Minimnya pengawasan dan lemahnya penanganan dari Disnakertrans membuat banyak PMI berangkat tanpa perlindungan memadai. Hal ini diperparah dengan rendahnya pemahaman masyarakat soal administrasi, terutama mengenai kewajiban perusahaan pengerah (P3MI) mendaftarkan calon PMI ke BPJS.
“Kalau resmi, seharusnya perusahaan mendaftarkan pekerja sebelum berangkat. Itu mutlak. Tapi kenyataannya, banyak PMI hanya dapat kartu dari P3MI, sementara bukti kepesertaan BPJS tidak diberikan,” ungkap seorang warga.
Akibat kelalaian ini, kasus penganiayaan hingga meninggalnya PMI asal Lombok Timur di luar negeri terus terjadi tanpa adanya perlindungan asuransi yang layak. Masyarakat pun mempertanyakan sejauh mana komitmen Disnakertrans Lombok Timur, khususnya Kepala Bidang Penempatan dan Perluasan Kesempatan Kerja, R. Bambang Dwi Minardi, serta efektivitas Satgas PMI yang sudah dibentuk.
“Banyak warga Lombok Timur berangkat kerja ke luar negeri tapi tidak dibekali informasi dan asuransi yang jelas. Ketika musibah menimpa, mereka tidak punya perlindungan. Pemerintah seharusnya hadir, tapi yang ada justru terkesan lambat dan ogah mengurus,” tegasnya.
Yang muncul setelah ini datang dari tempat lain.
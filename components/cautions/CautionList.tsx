import { applicableCautions, type CautionInput } from '@/shared/cautions';

/**
 * The cautions that apply to a design, a lamp type or a lamp, each with its source. Those the assessment
 * found a matching problem for come first and stand out. Server- and client-safe (no hooks).
 */
export function CautionList({ title = 'Safety', ...input }: CautionInput & { title?: string }) {
  const items = applicableCautions(input).sort((a, b) => Number(b.urgent) - Number(a.urgent));
  return (
    <section aria-label={title} className="space-y-2">
      <h2 className="text-lead font-semibold text-basalt-900">{title}</h2>
      <ul className="space-y-2">
        {items.map(({ caution, urgent }) => (
          <li
            key={caution.id}
            className={`rounded-md border px-4 py-3 text-body ${
              urgent
                ? 'border-ember-300 bg-ember-50 text-ember-900'
                : 'border-basalt-200 bg-white text-basalt-800'
            }`}
          >
            <p className="font-semibold">
              {urgent && <span className="mr-1">Check this:</span>}
              {caution.title}
            </p>
            <p className="mt-1">{caution.text}</p>
            <p className="mt-1 text-caption text-basalt-500">Source: {caution.source}</p>
          </li>
        ))}
      </ul>
      <p className="text-caption text-basalt-500">
        These notes do not replace a reptile-experienced vet, the lamp maker’s instructions or local
        electrical and fire codes.
      </p>
    </section>
  );
}
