import { createElement } from 'react';
import { renderToStaticMarkup } from 'react-dom/server';
import { describe, expect, it } from 'vitest';
import { LAMP_TECHS } from '@/simulation';
import { CautionList } from './CautionList';

// What a lamp type's page shows beside its defaults (app/(app)/lamp-catalogue/[id]/page.tsx passes the
// entry's technology and spectrum).
const lampPage = (uviPerUvb: number) =>
  renderToStaticMarkup(
    createElement(CautionList, {
      techs: ['mercury-vapour'],
      spectra: [{ name: 'Vapour lamp 160 W', uviPerUvb, uvbAt30: LAMP_TECHS['mercury-vapour'].uvbAt30 }],
      title: 'Safety with this lamp',
    }),
  );

describe('a lamp type’s cautions', () => {
  it('warn of short-wave UVB when the entry’s UV Index per µW/cm² is over twice sunlight’s', () => {
    // Sunlight about 0.04 UV Index per µW/cm², twice that the point to warn (from memory).
    const html = lampPage(0.1);
    expect(html).toContain('Short-wave UVB: judge this lamp by UV Index');
    expect(html).toContain('Vapour lamp 160 W gives about 0.1 UV Index per µW/cm²');
    expect(html.indexOf('UV can injure eyes and skin')).toBeLessThan(html.indexOf('Short-wave UVB'));
  });

  it('leave it out for the technology’s own, sunlight-like spectrum', () => {
    const html = lampPage(LAMP_TECHS['mercury-vapour'].uviPerUvb);
    expect(html).toContain('UV can injure eyes and skin');
    expect(html).not.toContain('Short-wave');
  });
});
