export class FieldSolver {
  private entries = new Map<string, LampEntry>();
  /**
   * Caches of other grid sizes, most recent last: the studio switches to a coarser cell while dragging
   * and back when the drag ends, and each size keeps its own lamp fields and totals.
   */
  private otherGrids = new Map<string, { entries: Map<string, LampEntry>; totals: Totals | null }>();
  private gridKey = '';
  private ws = new Workspace();
  /** Cells recomputed by a partial update in this call. */
  private dirty: Uint8Array | null = null;
  /** Totals of the last call, reused for cells no lamp changed. */
  private totals: Totals | null = null;
  /** In this call: lamps filled into a gone lamp's buffer (key → the gone lamp's key), marking what changed. */
  private refilled = new Map<string, string>();
  /** In this call: a lamp was filled into a new buffer, so its cells are not marked. */
  private unmarked = false;
  /**
   * The hidden intervals of the last tube slid along its line (one at a time, so the memory is bounded by
   * one grid's intervals: SlideMap.bytes); dropped when a call changes a lamp without using it.
   */
  private slideMap: SlideMap | null = null;
  private slideUsed = false;
  private slideScratch = new SlideScratch();
  /** Buffers of results handed back by the caller (recycle), oldest first. */
  private spareResults: ArrayBuffer[] = [];
  readonly stats: SolverStats = { full: 0, slid: 0, endsReused: 0, partial: 0, cached: 0, cellsEvaluated: 0 };

  /** A field of zeros the size of the grid, filling up the last group of three lamps (lampGroups). */
  private zeros = EMPTY;
  /** A run's sums between groups of three lamps (sumRow). */
  private partial = { pu: new Float64Array(0), pv: new Float64Array(0), pq: new Float64Array(0) };

  private zerosOf(cells: number): Float32Array {
    if (this.zeros.length !== cells) this.zeros = new Float32Array(cells);
    return this.zeros;
  }

  private runSums(nx: number) {
    if (this.partial.pu.length < nx)
      this.partial = { pu: new Float64Array(nx), pv: new Float64Array(nx), pq: new Float64Array(nx) };
    return this.partial;
  }

  /** Bytes held for the last tube slid along its line (0 when none is kept). */
  get slideBytes(): number {
    return this.slideMap?.bytes ?? 0;
  }

  /** @param cache keep per-lamp fields between calls (false: a one-off computation that allocates less). */
  constructor(private readonly cache = true) {}

  /**
   * Hands back the buffer of a result (`grid.uvb.buffer`) that nothing will read again: a later call of
   * the same grid size writes its result into it instead of allocating a new one. Allocating and first
   * touching a fresh grid-sized buffer on every call costs as much as a third of a small drag step. The
   * caller gives up the whole result: the three arrays share this buffer, and reading any of them after
   * a later call shows that call's values. A buffer of another size, or a detached one, is never used.
   */
  recycle(buffer: ArrayBufferLike): void {
    if (!(buffer instanceof ArrayBuffer) || buffer.byteLength === 0) return;
    if (this.spareResults.includes(buffer)) return;
    this.spareResults.push(buffer);
    if (this.spareResults.length > MAX_SPARE_RESULTS) this.spareResults.shift();
  }

  /**
   * The three result fields as views of one buffer: a handed-back one of this size if there is one, or a
   * single new allocation instead of three (three grid-sized buffers a call are freed and allocated again
   * on every drag step, and the allocator hands their pages back to the system and faults them in again
   * each time, which costs more than the copy). Every cell is written by the caller, so a handed-back
   * buffer needs no clearing.
   */
  private resultArrays(cells: number): [Float32Array, Float32Array, Float32Array] {
    const bytes = 3 * cells * Float32Array.BYTES_PER_ELEMENT;
    const k = this.spareResults.findIndex((b) => b.byteLength === bytes);
    const all = k >= 0 ? new Float32Array(this.spareResults.splice(k, 1)[0]!) : new Float32Array(3 * cells);
    return [all.subarray(0, cells), all.subarray(cells, 2 * cells), all.subarray(2 * cells)];
  }

  compute(design: Design, opts: SimOptions = {}): FieldGrid {
    if (!this.cache) return this.computeOnce(design, opts);
    const cell = opts.cellCm ?? DEFAULT_CELL_CM;
    const { width, height } = design.enclosure;
    const { nx, ny } = gridSize(width, height, cell);
    const scene = compileScene(design);
    const ws = this.ws;
    ws.ensure(scene.occluders.length);
    this.stats.full =
      this.stats.slid =
      this.stats.endsReused =
      this.stats.partial =
      this.stats.cached =
      this.stats.cellsEvaluated =
        0;
    this.slideUsed = false;
    const cells = nx * ny;
    this.switchGrid(JSON.stringify([nx, ny, cell]));
    if (!this.dirty || this.dirty.length !== cells) this.dirty = new Uint8Array(cells);
    else this.dirty.fill(0);

    const occKeys = scene.occluders.map(occluderKey);
    const next = new Map<string, LampEntry>();
    const hc = opts.convection ?? HEAT_DEFAULTS.convection;
    const used: LampEntry[] = [];
    const fu: number[] = [];
    const fi: number[] = [];
    const keys = scene.lamps.map((lamp) => lampKey(lamp, nx, ny, cell));
    // Fields of lamps that are gone (a moved lamp's old place): their buffers take a new lamp's fields,
    // so a drag allocates nothing per step.
    const spare: LampEntry[] = [];
    this.refilled.clear();
    this.unmarked = false;
    for (const [key, e] of this.entries) if (!keys.includes(key)) spare.push(e);
    for (let l = 0; l < scene.lamps.length; l++) {
      const lamp = scene.lamps[l]!;
      const key = keys[l]!;
      const entry = this.lampEntry(lamp, key, scene, occKeys, nx, ny, cell, spare);
      next.set(key, entry);
      used.push(entry);
      const f = lampUvbFactor(lamp.lamp, opts.addMonths ?? 0);
      fu.push(lamp.uvI > 0 ? f : 0);
      fi.push(lamp.uvI > 0 ? f * lamp.lamp.uviPerUvb : 0);
    }
    this.entries = next;
    if (this.stats.full > 0 && !this.slideUsed) this.slideMap = null;
    // Everything the totals depend on: the lamps' fields (by key) and the rest.
    const rest = JSON.stringify([fu, fi, scene.roomC, scene.airRiseK, height, hc, nx, ny, cell]);
    const sumKey = JSON.stringify(used.map((e) => e.key)) + rest;
    const last = this.totals;
    // A lamp filled into the buffer of the one it replaced (a dragged lamp's old place) marked the cells
    // it changed, so the totals need only those cells when everything else is as in the last call.
    const asBefore = this.unmarked
      ? null
      : JSON.stringify(used.map((e) => this.refilled.get(e.key) ?? e.key)) + rest;
    const incremental = last !== null && last.key === asBefore;
    // Every cell is written below when not incremental, so the last totals' buffers can be reused.
    const t = incremental
      ? { ...last, key: sumKey }
      : last && last.uvb.length === cells
        ? { ...last, key: sumKey }
        : newTotals(sumKey, cells);
    const air = new Float64Array(ny);
    for (let j = 0; j < ny; j++)
      air[j] = airTempC((j + 0.5) * cell, scene.height, scene.roomC, scene.airRiseK);
    // Totals are always summed lamp by lamp in scene order, so an incremental update is bit-identical
    // to a full one.
    const sums: RowSums = {
      groups: lampGroups(
        used.map((e) => e.uv),
        used.map((e) => e.ir),
        fu,
        fi,
        used.length % 3 === 0 && used.length > 0 ? EMPTY : this.zerosOf(cells),
      ),
      hc,
      out: t,
      ...this.runSums(nx),
    };
    if (incremental) {
      // The same sums, over the runs of changed cells of each row.
      const dirty = this.dirty;
      for (let j = 0; j < ny; j++) {
        const base = j * nx;
        let i = 0;
        while (i < nx) {
          if (dirty[base + i] === 0) {
            i++;
            continue;
          }
          const from = i;
          while (i < nx && dirty[base + i] !== 0) i++;
          sumRow(sums, base, from, i, air[j]!);
        }
      }
    } else {
      // The row's totals stay in the cache for the surface temperatures, and the results are written once.
      for (let j = 0; j < ny; j++) sumRow(sums, j * nx, 0, nx, air[j]!);
    }
    this.totals = t;
    // Copies: the caller owns its results (the worker hands their buffer to the page).
    const [uvb, uvi, tempC] = this.resultArrays(cells);
    uvb.set(t.uvb);
    uvi.set(t.uvi);
    tempC.set(t.tempC);
    return { nx, ny, cellCm: cell, width, height, uvb, uvi, tempC };
  }

  /**
   * One-off computation, a row at a time: every lamp's row is evaluated and added to the row's totals in
   * scene order — the same operations per cell as the cached path, so the same bits — and the row's
   * surface temperatures follow while its totals are still in the cache. Nothing grid-sized is kept or
   * allocated besides the results.
   */
  private computeOnce(design: Design, opts: SimOptions): FieldGrid {
    const cell = opts.cellCm ?? DEFAULT_CELL_CM;
    const { width, height } = design.enclosure;
    const { nx, ny } = gridSize(width, height, cell);
    const scene = compileScene(design);
    const ws = this.ws;
    ws.ensure(scene.occluders.length);
    ws.ensureRow(nx);
    const lamps = scene.lamps;
    const n = lamps.length;
    this.stats.full = n;
    this.stats.slid = this.stats.endsReused = 0;
    this.stats.partial = this.stats.cached = this.stats.cellsEvaluated = 0;
    const cells = nx * ny;
    const hc = opts.convection ?? HEAT_DEFAULTS.convection;
    const { absorptance, emissivity } = HEAT_DEFAULTS;
    const fu = new Float64Array(n);
    const fi = new Float64Array(n);
    for (let k = 0; k < n; k++) {
      const lamp = lamps[k]!;
      const f = lampUvbFactor(lamp.lamp, opts.addMonths ?? 0);
      fu[k] = lamp.uvI > 0 ? f : 0;
      fi[k] = lamp.uvI > 0 ? f * lamp.lamp.uviPerUvb : 0;
    }
    const [uvbOut, uviOut, tempOut] = this.resultArrays(cells);
    const out = { uvb: uvbOut, uvi: uviOut, tempC: tempOut };
    const into = onceRow;
    let evaluated = 0;
    // Each lamp's sweep adds its values into the row's totals as it evaluates them, in scene order.
    for (let j = 0; j < ny; j++) {
      into.clear(nx);
      ws.into = into;
      try {
        for (let k = 0; k < n; k++) {
          into.a = fu[k]!;
          into.b = fi[k]!;
          evaluated += sweepLampRow(ws, lamps[k]!, scene.occluders, j, nx, cell);
        }
      } finally {
        ws.into = null;
      }
      const air = airTempC((j + 0.5) * cell, scene.height, scene.roomC, scene.airRiseK);
      finishRow(into, 0, nx, air, absorptance, emissivity, hc, out, j * nx);
    }
    this.stats.cellsEvaluated = evaluated;
    return { nx, ny, cellCm: cell, width, height, uvb: uvbOut, uvi: uviOut, tempC: tempOut };
  }

  private switchGrid(key: string) {
    if (key === this.gridKey) return;
    const saved = this.otherGrids.get(key);
    this.otherGrids.delete(key);
    if (this.gridKey) {
      this.otherGrids.set(this.gridKey, { entries: this.entries, totals: this.totals });
      while (this.otherGrids.size > MAX_OTHER_GRIDS)
        this.otherGrids.delete(this.otherGrids.keys().next().value!);
    }
    this.entries = saved?.entries ?? new Map();
    this.totals = saved?.totals ?? null;
    this.gridKey = key;
  }

  private lampEntry(
    lamp: LampGeom,
    key: string,
    scene: Scene,
    occKeys: string[],
    nx: number,
    ny: number,
    cell: number,
    spare: LampEntry[],
  ): LampEntry {
    const old = this.entries.get(key);
    if (old) {
      const changed = diffOccluders(old, scene.occluders, occKeys);
      if (changed && changed.length === 0) {
        this.stats.cached++;
        return { ...old, occKeys, occluders: scene.occluders };
      }
      if (changed && changed.length <= MAX_CHANGED_FOR_PARTIAL) {
        this.stats.partial++;
        this.stats.cellsEvaluated += refillChanged(
          this.ws,
          lamp,
          scene.occluders,
          changed,
          old.uv,
          old.ir,
          this.dirty!,
          nx,
          ny,
          cell,
        );
        return { key, occKeys, occluders: scene.occluders, uv: old.uv, ir: old.ir, line: old.line };
      }
    }
    this.stats.full++;
    const reused = spare.pop();
    const fits = reused !== undefined && reused.uv.length === nx * ny;
    // fillLamp writes every cell, so a reused buffer needs no clearing; it marks the cells it changes.
    const uv = fits ? reused.uv : new Float32Array(nx * ny);
    const ir = fits ? reused.ir : new Float32Array(nx * ny);
    if (fits) this.refilled.set(key, reused.key);
    else this.unmarked = true;
    const line = slideLine(lamp);
    const map =
      fits && line !== null ? this.slideMapFor(lamp, line, reused.line, scene, occKeys, nx, ny, cell) : null;
    if (map) {
      this.stats.slid++;
      this.slideUsed = true;
    }
    const { ws, dirty } = this;
    this.stats.cellsEvaluated += map
      ? fillSlide(ws, this.slideScratch, map, lamp, scene.occluders, uv, ir, nx, ny, cell, dirty!)
      : fillLamp(ws, lamp, scene.occluders, uv, ir, nx, ny, cell, fits ? dirty! : undefined);
    if (map) this.stats.endsReused += this.slideScratch.reused;
    return { key, occKeys, occluders: scene.occluders, uv, ir, line };
  }

  /**
   * The kept intervals for a tube on `line`, when it replaces one on the same line (a slide): the last
   * ones if they are for this line, barriers and grid and reach past its ends, or new ones around it.
   * Null when the tube did not slide.
   */
  private slideMapFor(
    lamp: LampGeom,
    line: string,
    was: string | null,
    scene: Scene,
    occKeys: string[],
    nx: number,
    ny: number,
    cell: number,
  ): SlideMap | null {
    const key = JSON.stringify([line, nx, ny, cell, occKeys]);
    const kept = this.slideMap;
    if (kept && kept.key === key && kept.covers(lamp.s1, lamp.s2)) return kept;
    if (was !== line) return null;
    const margin = Math.max(0.25 * (lamp.s2 - lamp.s1), SLIDE_MARGIN_CELLS * cell);
    this.slideMap = buildSlideMap(
      this.ws,
      kept,
      key,
      lamp,
      scene.occluders,
      lamp.s1 - margin,
      lamp.s2 + margin,
      nx,
      ny,
      cell,
    );
    return this.slideMap;
  }

  /** See probe.ts. */
  probeByLamp(design: Design, points: { x: number; y: number }[]): LampSamples {
    return probeSceneByLamp(this.ws, compileScene(design), points);
  }

  /** Values at exact points (no interpolation). */
  probe(design: Design, points: { x: number; y: number }[], opts: SimOptions = {}): ProbeResult[] {
    return probeScene(this.ws, compileScene(design), points, opts);
  }
}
Warga mendesak Disnakertrans Lombok Timur untuk memperketat pengawasan terhadap P3MI dan memastikan setiap calon PMI benar-benar terdaftar dalam BPJS Ketenagakerjaan. Dengan begitu, nasib PMI tidak lagi terabaikan hanya karena kelalaian administratif pemerintah dan perusahaan pengerah.(win)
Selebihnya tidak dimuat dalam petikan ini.